ACTIVATION-LEVEL UNCERTAINTY IN DEEP NEURAL NETWORKS

Abstract

Current approaches for uncertainty estimation in deep learning often produce too confident results. Bayesian Neural Networks (BNNs) model uncertainty in the space of weights, which is usually high-dimensional and limits the quality of variational approximations. The more recent functional BNNs (fBNNs) address this only partially because, although the prior is specified in the space of functions, the posterior approximation is still defined in terms of stochastic weights. In this work we propose to move uncertainty from the weights (which are deterministic) to the activation function. Specifically, the activations are modelled with simple 1D Gaussian Processes (GP), for which a triangular kernel inspired by the ReLu non-linearity is explored. Our experiments show that activation-level stochasticity provides more reliable uncertainty estimates than BNN and fBNN, whereas it performs competitively in standard prediction tasks. We also study the connection with deep GPs, both theoretically and empirically. More precisely, we show that activation-level uncertainty requires fewer inducing points and is better suited for deep architectures.

1. INTRODUCTION

Deep Neural Networks (DNNs) have achieved state-of-the-art performance in many different tasks, such as speech recognition (Hinton et al., 2012) , natural language processing (Mikolov et al., 2013 ) or computer vision (Krizhevsky et al., 2012) . In spite of their predictive power, DNNs are limited in terms of uncertainty estimation.

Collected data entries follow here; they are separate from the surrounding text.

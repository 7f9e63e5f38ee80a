/** Cut lengths worked by hand from the standards' tables; gaps and gaskets 1/8 in, no gasket at the sheet's own end. */
import { describe, expect, it } from "vitest";
import { buildModel } from "../../../iso/run/build-model";
import { emptyMarks } from "../../../iso/run/marks";
import type { Model } from "../../../iso/run/model-types";
import type { RunDocument } from "../../../iso/run/document";
import { firstRun } from "../../fixtures/sample-runs";

const INCH = 25.4;
const build = (document: RunDocument): Model => buildModel(document, emptyMarks(), []);
const cutInches = (model: Model): number[] => model.pieces.map((p) => p.cutLengthMm / INCH);

describe("the first run (take-outs: ASME B16.9, B16.5, B16.10)", () => {
  it("cuts 28 1/4, 19 3/4, 13 and 25 5/8 in", () => {
    const cuts = cutInches(build(firstRun));
    [28.25, 19.75, 13, 25.625].forEach((inches, i) => expect(cuts[i]).toBeCloseTo(inches, 9));
    expect(cuts).toHaveLength(4);
  });
});
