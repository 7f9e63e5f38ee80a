import { describe, expect, it } from "vitest";
import { keyIntent, type CellMood, type KeyPress } from "@/components/run-editor/cell-keys";

const REST: CellMood = { editing: false, listOpen: false, picked: false, first: false, last: false, block: false, freeText: false };
const press = (key: string, held: Partial<KeyPress> = {}): KeyPress => ({ key, ctrl: false, shift: false, alt: false, ...held });

describe("keys of a cell", () => {
  it.each([
    ["Enter", {}, REST, { kind: "commit", step: "next-row" }],
    ["Enter", {}, { ...REST, picked: true, listOpen: true }, { kind: "take", step: "next-row" }],
    ["Tab", {}, REST, { kind: "commit", step: "right" }],
    ["Tab", { shift: true }, REST, { kind: "commit", step: "left" }],
    ["ArrowDown", {}, { ...REST, listOpen: true }, { kind: "list", by: 1 }],
    ["ArrowDown", {}, REST, { kind: "commit", step: "down" }],
    ["ArrowLeft", {}, REST, { kind: "commit", step: "left" }],
    ["Home", {}, REST, { kind: "step", step: "row-start" }],
    ["End", { ctrl: true }, REST, { kind: "step", step: "last" }],
    ["Enter", { ctrl: true }, REST, { kind: "insert" }],
    ["Delete", { ctrl: true }, REST, { kind: "remove" }],
    ["ArrowUp", { alt: true }, REST, { kind: "move", by: -1 }],
    ["z", { ctrl: true }, REST, { kind: "undo" }],
    ["z", { ctrl: true }, { ...REST, editing: true }, { kind: "cancel" }],
    ["y", { ctrl: true }, REST, { kind: "redo" }],
    ["Z", { ctrl: true, shift: true }, REST, { kind: "redo" }],
    ["Escape", {}, { ...REST, editing: true }, { kind: "cancel" }],
    ["Escape", {}, REST, { kind: "leave" }],
    ["?", { shift: true }, REST, { kind: "help" }],
  ] as const)("%s %o", (key, held, mood, intent) => {
    expect(keyIntent(press(key, held), mood)).toEqual(intent);
  });

  it.each([
    ["ArrowLeft", { ...REST, editing: true }],
    ["Home", { ...REST, editing: true }],
    ["?", { ...REST, freeText: true }],
    ["Tab", { ...REST, last: true }],
    ["e", REST],
  ] as const)("leaves %s to the browser when it belongs to it", (key, mood) => {
    expect(keyIntent(press(key), mood)).toBeNull();
  });
});
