import type { Metadata } from "next";
import { AuthFrame } from "@/components/auth/auth-frame";
import { SignUpForm } from "@/components/auth/sign-up-form";

export const metadata: Metadata = { title: "Open a shop" };

export default function SignUpPage() {
  return (
    <AuthFrame title="Open a shop" lead="You become its owner and invite the others.">
      <SignUpForm />
    </AuthFrame>
  );
}
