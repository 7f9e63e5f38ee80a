// @vitest-environment jsdom
/** Editing a number on the drawing, a size the tables lack, and a browser without WebGL, as a person meets them. */
import { cleanup, fireEvent, render, screen, waitFor } from "@testing-library/react";
import { afterEach, beforeEach, describe, expect, it, vi } from "vitest";
import { buildModel, emptyMarks } from "@/iso";
import { MeasuredTakeOut } from "@/components/run-editor/measured-take-out";
import { editorReducer, initialState } from "@/components/run-editor/editor-state";
import { RunEditor } from "@/components/run-editor/run-editor";
import { NO_WEBGL, ShapeView } from "@/components/run-editor/shape-view";
import { emptyDocument, lineDetail, testStamp } from "./fixtures";

function document20() {
  return editorReducer(initialState(emptyDocument(), testStamp()), { type: "paste", target: { runId: "main", row: 0, column: "move" }, text: "0\twn\ne 3-1 1/2\t\nu 2-8\tend\n", stamp: testStamp() }).document;
}

beforeEach(() => {
  localStorage.clear();
  vi.stubGlobal("fetch", vi.fn(async () => new Response(JSON.stringify([]), { status: 200 })));
});
afterEach(() => {
  cleanup();
  vi.unstubAllGlobals();
});

const cell = (row: number): HTMLInputElement => window.document.querySelector<HTMLInputElement>(`[data-cell="main|${row}|move"]`)!;

describe("a number pressed on the drawing", () => {
  async function pressed(): Promise<HTMLInputElement> {
    const made = document20();
    render(<RunEditor line={lineDetail({ document: made })} viewer={{ personId: "p", name: "R. Tanaka" }} onUploads={async () => undefined} />);
    const number = await waitFor(() => {
      const found = window.document.querySelector(`text[data-ref="dimension:${made.runs[0]?.points[1]?.id}"]`);
      if (!found) throw new Error("The number is not drawn.");
      return found;
    }, { timeout: 20_000 });
    fireEvent.click(number);
    return screen.getByRole<HTMLInputElement>("textbox", { name: "Length to row 2" });
  }

  it("opens a field over it; Enter takes the new length into its row", async () => {
    const field = await pressed();
    expect(field.value).toBe("3-1 1/2");
    fireEvent.change(field, { target: { value: "4-0" } });
    fireEvent.keyDown(field, { key: "Enter" });
    expect(cell(1).value).toBe("e 4-0");
    expect(screen.queryByRole("textbox", { name: "Length to row 2" })).toBeNull();
  });

  it("says what to type, and Esc leaves the row as it was", async () => {
    const field = await pressed();
    fireEvent.change(field, { target: { value: "4 what" } });
    fireEvent.keyDown(field, { key: "Enter" });
    expect(screen.getByRole("alert").textContent).toMatch(/not a length|Type/);
    fireEvent.keyDown(field, { key: "Escape" });
    expect(cell(1).value).toBe("e 3-1 1/2");
  });

  it("is reached by keys alone: Enter on the drawing edits the current row's number", async () => {
    const field = await pressed();
    fireEvent.keyDown(field, { key: "Escape" });
    const drawing = screen.getByRole("img", { name: /^Isometric of line/ });
    fireEvent.keyDown(drawing, { key: "PageDown" });
    fireEvent.keyDown(drawing, { key: "Enter" });
    expect(screen.getByRole("textbox", { name: "Length to row 3" })).toBeTruthy();
  });
});

describe("a size the tables do not have", () => {
  const problem = { code: "take-out-missing", severity: "stop" as const, text: "The tables have no cap.", pointId: "p1", runId: "main", catalogueKey: "cap:24" };

  it("is entered there and then by the owner", async () => {
    const recorded = vi.fn(async () => undefined);
    render(<MeasuredTakeOut problems={[problem]} units="imperial" role="owner" onRecorded={recorded} />);
    fireEvent.change(screen.getByLabelText("What the shop measured"), { target: { value: "10 1/2" } });
    fireEvent.click(screen.getByRole("button", { name: "Use it" }));
    await waitFor(() => expect(recorded).toHaveBeenCalled());
    const sent = vi.mocked(fetch).mock.calls.find(([, request]) => request?.method === "POST");
    expect(JSON.parse(String(sent?.[1]?.body))).toEqual({ key: "cap:24", valueMm: 266.7 });
  });

  it("names who may when it is somebody else's to enter", async () => {
    vi.mocked(fetch).mockImplementation(async () => new Response(JSON.stringify([{ role: "owner", name: "Ruth Alvarado" }]), { status: 200 }));
    render(<MeasuredTakeOut problems={[problem]} units="imperial" role="detailer" onRecorded={async () => undefined} />);
    expect(screen.queryByRole("button")).toBeNull();
    await screen.findByText(/Ruth Alvarado/);
  });
});

describe("the true shape without WebGL", () => {
  it("says so in a sentence", async () => {
    vi.spyOn(HTMLCanvasElement.prototype, "getContext").mockReturnValue(null);
    render(<ShapeView model={buildModel(document20(), emptyMarks(), [])} activePointId={null} />);
    expect(await screen.findByText(NO_WEBGL)).toBeTruthy();
  });
});
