describe("the sum on every bar", () => {
  test.each(GOLDEN_RUNS.map(({ document }) => [document.number, document] as const))("%s: printed terms add up to the printed cut length", (_number, document) => {
    const input = benchInput(document, "tabloid");
    const { pieces } = sheetFacts(input, modelOf(input));
    const sums = composeCutMapPages(input, measureText).flatMap(printedSums);
    expect(sums.length).toBe(pieces.length);
    const fine = document.settings.units === "metric" ? { term: 0.05, result: 0.5 } : { term: 1 / 128, result: 1 / 32 };
    sums.forEach(({ terms, result }, i) => {
      const total = terms.reduce((sum, term) => sum + term, 0);
      // Each term is rounded to its nearest step, at most six alike count once with their number, and the result once.
      expect(Math.abs(total - result), `${pieces[i]!.mark}: ${terms.join(" ")} = ${result}`).toBeLessThanOrEqual((pieces[i]!.terms.length * fine.term) + fine.result + 1e-9);
      expect(result).toBeCloseTo(numberOf(document.settings.units === "metric" ? formatLength(pieces[i]!.cutLengthMm, "metric") : formatInches(pieces[i]!.cutLengthMm)), 9);
    });
  });
});

function modelOf(input: SheetInput) {
  return buildModel(input.document, input.marks, input.takeOuts);
}

describe("a set", () => {
  const input = benchInput(sampleRuns.valveStation!, "tabloid", "for-fabrication");

  test("its parts follow one another, numbered through, and the index says where each begins", () => {
    const { pages, bookmarks, of } = sheetSetPages(input, [...SHEET_PARTS].reverse(), { printed: PRINTED }, measureText);
    expect(bookmarks.map(({ part }) => part)).toEqual(SHEET_PARTS);
    expect(of).toBe(pages.length);
    pages.forEach((page, i) => {
      expect(textsOf(page).map(({ text }) => text).join(" ")).toMatch(new RegExp(`SHEET ${i + 1} OF ${of}|SHEET ${i + 1} of ${of}`));
      expect(page.name.startsWith(`${i + 1} `)).toBe(true);
      expect(textOf([page])).toContain("Printed 2026-12-01 15:20 UTC by Danny Ruiz.");
      expect(textOf([page])).toContain("FOR FABRICATION");
      expect(page.items.some((item) => item.layer === "qr")).toBe(true);
    });
    const index = textsOf(pages[bookmarks.find(({ part }) => part === "index")!.page - 1]!).map(({ text }) => text);
    for (const { part, page, title } of bookmarks) if (part !== "index") expect(index.some((text, i) => text.startsWith(title) && index.slice(i, i + 4).includes(String(page))), title).toBe(true);
    bookmarks.reduce((next, { page, pages: count }) => {
      expect(page).toBe(next);
      return next + count;
    }, 1);
  });

  test("stored pages take the spool sheet's place and are counted", () => {
    const { pages, bookmarks, of } = sheetSetPages(input, ["sheet", "cuts"], { storedSheetPages: 3 }, measureText);
    expect(bookmarks).toMatchObject([{ part: "sheet", page: 1, pages: 3 }, { part: "cuts", page: 4 }]);
    expect([of, textOf(pages)]).toEqual([3 + pages.length, expect.stringContaining(`SHEET 4 OF ${of}`)]);
  });

  test("equal input gives equal pages; no part gives none; an unknown one is left out", () => {
    const once = () => JSON.stringify(sheetSetPages(input, ["cuts", "welds", "legend"], { printed: PRINTED }, measureText));
    expect(once()).toBe(once());
    expect(sheetSetPages(input, [], {}, measureText)).toEqual({ pages: [], bookmarks: [], of: 0 });
    expect(sheetSetPages(input, ["nothing" as never, "legend"], {}, measureText).bookmarks).toHaveLength(1);
  });

  test.each(SHEET_SIZES)("on %s, kept off the paper's edge, lettering keeps its height and templates their size", (size) => {
    for (const name of ["skewClosing", "valveStation", "metricLine"]) {
      const set = sheetSetPages(benchInput(sampleRuns[name]!, size, "for-review"), SHEET_PARTS, { printed: PRINTED, safeMargins: true }, measureText);
      for (const page of set.pages) {
        expectReadable(page, `${name} ${size}`, SAFE_MARGIN_MM);
        expectInside(page, `${name} ${size} ${page.name}`, SAFE_MARGIN_MM);
      }
    }
  });
});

This has been a classical concern in the field (MacKay, 1992; Hinton & Van Camp, 1993; Barber & Bishop, 1998) , which has attracted a lot of attention in the last years (Lakshminarayanan et al., 2017; Guo et al., 2017; Sun et al., 2019; Wenzel et al., 2020) . Indeed, this ability to "know what is not known" is essential for critical applications such as medical diagnosis (Esteva et al., 2017; Mobiny et al., 2019) or autonomous driving (Kendall & Gal, 2017; Gal, 2016) . Bayesian Neural Networks (BNNs) address this problem through a Bayesian treatment of the network weights 1 (MacKay, 1992; Neal, 1995) . This will be refered to as weight-space stochasticity. However, dealing with uncertainty in weight space is challenging, since it contains many symmetries and is highly dimensional (Wenzel et al., 2020; Sun et al., 2019; Snoek et al., 2019; Fort et al., 2019) . Here we focus on two specific limitations. First, it has been recently shown that BNNs with well-established inference methods such as Bayes by Backprop (BBP) (Blundell et al., 2015) and MC-Dropout (Gal & Ghahramani, 2016) underestimate the predictive uncertainty for instances located in-between two clusters of training points (Foong et al., 2020; 2019; Yao et al., 2019) . Second, the weight-space prior does not allow BNNs to guide extrapolation to out-of-distribution (OOD) data (Sun et al., 2019; Nguyen et al., 2015; Ren et al., 2019) . Both aspects are illustrated graphically in Figure 3 , more details in Section 3.1.